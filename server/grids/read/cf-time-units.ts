import type { CalendarDate } from './cf-calendar'
import { dayMs } from './cf-calendar'

/** "days since 1970-01-01 00:00:00" taken apart. Milliseconds count from midnight UTC of the reference date. */
export interface TimeUnits {
  unitMs: number
  unitIsDay: boolean
  reference: CalendarDate
  referenceMs: number
}

const units: [RegExp, number][] = [
  [/^(weeks?)$/, 7 * dayMs],
  [/^(days?|d)$/, dayMs],
  [/^(hours?|hrs?|h)$/, 3_600_000],
  [/^(minutes?|mins?)$/, 60_000],
  [/^(seconds?|secs?|s)$/, 1000],
  [/^(milliseconds?|millisecs?|msecs?|ms)$/, 1],
  [/^(microseconds?|microsecs?)$/, 1e-3],
  [/^(nanoseconds?|nanosecs?)$/, 1e-6],
]

const reference =
  /^([+-]?\d{1,4})-(\d{1,2})-(\d{1,2})(?:(?:\s+|t)(\d{1,2})(?::(\d{1,2})(?::(\d{1,2}(?:\.\d*)?))?)?)?\s*(z|utc|gmt|[+-]\d{1,2}(?::?\d{2})?)?$/

/** null when the text is no time unit, or one whose length varies (month, year): those are never relied on. */
export function parseTimeUnits(text: string): TimeUnits | null {
  const parts = /^\s*([a-z]+)\s+since\s+(.*?)\s*$/i.exec(text)
  if (!parts) return null
  const unitMs = units.find(([pattern]) => pattern.test(parts[1]!.toLowerCase()))?.[1]
  const match = reference.exec(parts[2]!.toLowerCase())
  if (unitMs === undefined || !match) return null
  const [hours, minutes, seconds] = [match[4], match[5], match[6]].map((part) => Number(part ?? 0))
  if (hours! > 24 || minutes! > 59 || seconds! >= 61) return null
  return {
    unitMs,
    unitIsDay: unitMs === dayMs,
    reference: { year: Number(match[1]), month: Number(match[2]), day: Number(match[3]) },
    referenceMs: hours! * 3_600_000 + minutes! * 60_000 + seconds! * 1000 - zoneMs(match[7]),
  }
}

function zoneMs(zone: string | undefined): number {
  const parts = zone === undefined ? null : /^([+-])(\d{1,2}):?(\d{2})?$/.exec(zone)
  if (!parts) return 0
  return (parts[1] === '-' ? -1 : 1) * (Number(parts[2]) * 60 + Number(parts[3] ?? 0)) * 60_000
}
◇ ◇ ◇
▶ ABOUT THIS TASK
What lines in the material include the string "match"? Pull each one out.

▶ OUTPUT BELOW
  const match = reference.exec(parts[2]!.toLowerCase())
  if (unitMs === undefined || !match) return null
  const [hours, minutes, seconds] = [match[4], match[5], match[6]].map((part) => Number(part ?? 0))
    reference: { year: Number(match[1]), month: Number(match[2]), day: Number(match[3]) },
    referenceMs: hours! * 3_600_000 + minutes! * 60_000 + seconds! * 1000 - zoneMs(match[7]),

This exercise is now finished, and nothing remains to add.